I am going to use my Ammi’s Bhindi Do Pyaza recipe, this is quintessential U.P. style cooking. You use a lot of onions to give the okra that sweet- salty taste. If made perfectly, its crunchy . When you chop the okra it seems like a lot but like spinach it tends to shrivel up. I make enough for a family of six.
- 1 lb fresh okra, lady fingers, bhindi (wash and pat dry BEFORE chopping into 1/2 inch pieces, don’t use tops, check out the picture for size)
- Olive oil (or canola)
- 2 med onions sliced finely ( I like using my trusty slicer @ .75mm)
- few whole dried red chilli peppers
- 1/2 tsp safaid zeera (cumin seed)
- 1 tsp lal mirch (red chili powder) This is SPICY so adjust to your taste.
- 1 tsp haldi (turmeric)
- salt to taste
- Lemon to cut the viscosity of the okra.

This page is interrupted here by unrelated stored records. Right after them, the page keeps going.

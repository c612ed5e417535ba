import type { DecayResult } from "../../core/decayResult.ts";
import { isEstimate, type Quantity, scaled } from "../../core/quantity.ts";
import type { StationResult } from "../../core/stationResult.ts";
import { unitOf } from "../../core/unitText.ts";
import { formatDigits, formatPosition, formatProbability, withUnit } from "../../figures/formatNumber.ts";
import type { CaseSheet } from "../../sheet/caseSheet.ts";

/** A setting as it worked out: what it is called, and what it was. */
export type SettingRow = readonly [name: string, text: string];

/** Another route to the same quantity. */
export interface Alternative {
  /** Key of the label that names it. */
  readonly key: string;
  /** Key of the label whose unit and digits it is shown with. */
  readonly shownAs: string;
  readonly quantity: Quantity;
}

/** What a number of a fit rests on. */
export function fitSettings(decay: DecayResult, sheet: CaseSheet): SettingRow[] {
  const unit = unitOf(sheet.along === "t" ? "T" : "L", sheet.units);
  const { window, windowChosen, chi2_reduced, p, together } = decay;
  const how = windowChosen === "auto" ? "automatic" : "given";
  const interval =
    windowChosen === "auto"
      ? "profile likelihood, the union over later starts"
      : "profile likelihood in this window";
  const rows: (SettingRow | null)[] = [
    [
      "window",
      `${formatPosition(window[0])} to ${withUnit(formatPosition(window[1]), unit)}, ${decay.stations} stations, ${how}`,
    ],
    ["residuals", decay.residuals === "log" ? "of ln q" : "of q"],
    ["weights", decay.weights === "sampling" ? "from the sampling errors" : "equal"],
    ["interval", interval],
    together == null ? null : ["sampled together", `${together.groups} common groups of blocks`],
    chi2_reduced === null
      ? null
      : [
          "reduced χ²",
          `${formatDigits(chi2_reduced, 2)}${p === null ? "" : `, p = ${formatProbability(p)}`}`,
        ],
    decay.converged ? null : ["search", `not converged after ${decay.iterations} steps`],
  ];
  return rows.filter((row) => row !== null);
}

const times = ["zero-crossing", "one-over-e", "exponential", "low-frequency", "model"].map(
  (of) => `T_int_${of}`,
);
const rates = ["epsilon_u-gradient", "epsilon_all-gradients", "epsilon_second-order", "epsilon_third-order"];
const differences = [
  ...["gradient_u", "gradient_difference2", "gradient_difference2_expected"],
  ...["gradient_difference4", "gradient_difference4_expected"],
];
/** Routes to the same quantity, by how its key begins; the first that fits. */
const families: readonly (readonly [start: string, routes: readonly string[]])[] = [
  ["T_int", times],
  ["lambda", ["lambda_gradient", "lambda_f"]],
  ["eta", ["eta_gradient"]],
  ["Re_lambda", ["Re_lambda_gradient"]],
  ["epsilon", rates],
  ["gradient_v", []],
  ["gradient_w", []],
  ["gradient", differences],
  ["isotropy", ["K_v", "K_w"]],
  ["K_", ["K_v", "K_w"]],
];

/** The same quantity by every other route at this station. */
export function stationAlternatives(key: string, station: StationResult): Alternative[] {
  const { routes, U } = station;
  if (key === "L11")
    return times.flatMap((route) => {
      const time = routes[route];
      if (time === undefined || !isEstimate(U)) return [];
      return [{ key: route, shownAs: "L11", quantity: scaled(time, U.value) }];
    });
  const fields =
    key.startsWith("epsilon") || key === "balance"
      ? (["epsilon", "epsilon_gradient", "epsilon_decay", "epsilon_inertial"] as const).filter(
          (each) => each !== key && !(key === "balance" && each === "epsilon"),
        )
      : [];
  const family = families.find(([start]) => key.startsWith(start))?.[1] ?? [];
  return [
    ...fields.map((each) => ({ key: each, shownAs: each, quantity: station[each] })),
    ...family
      .filter((route) => route !== key && routes[route] !== undefined)
      .map((route) => ({ key: route, shownAs: route, quantity: routes[route] })),
  ];
}

/** Exponent or origin by the other routes; names are those of the table of fits. */
export function fitAlternatives(
  key: string,
  decay: DecayResult,
): readonly (readonly [name: string, quantity: Quantity])[] {
  if (key !== "n" && key !== "x0") return [];
  const { given_window, lambda_route, epsilon_route } = decay;
  return [
    ["given this window", given_window[key]],
    ["line of the Taylor scale", lambda_route[key]],
    ["law of the dissipation", epsilon_route[key]],
  ];
}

- Heat oil in a wok or chef’s pan-I have anemia so I try to use cast iron pans as much as possible
- Add zeera (cumin seeds) until they pop
- Add onions until they turn color, adding salt at this point help make the onions crispier
- Add the okra
- Then the spices
- Stir fry till the okra is crispy
- Give it a good squeeze of lemon
- Serve with chappati
All the scraps go in to the compost pile. Hope you can make it an easy habit. Happy Eating!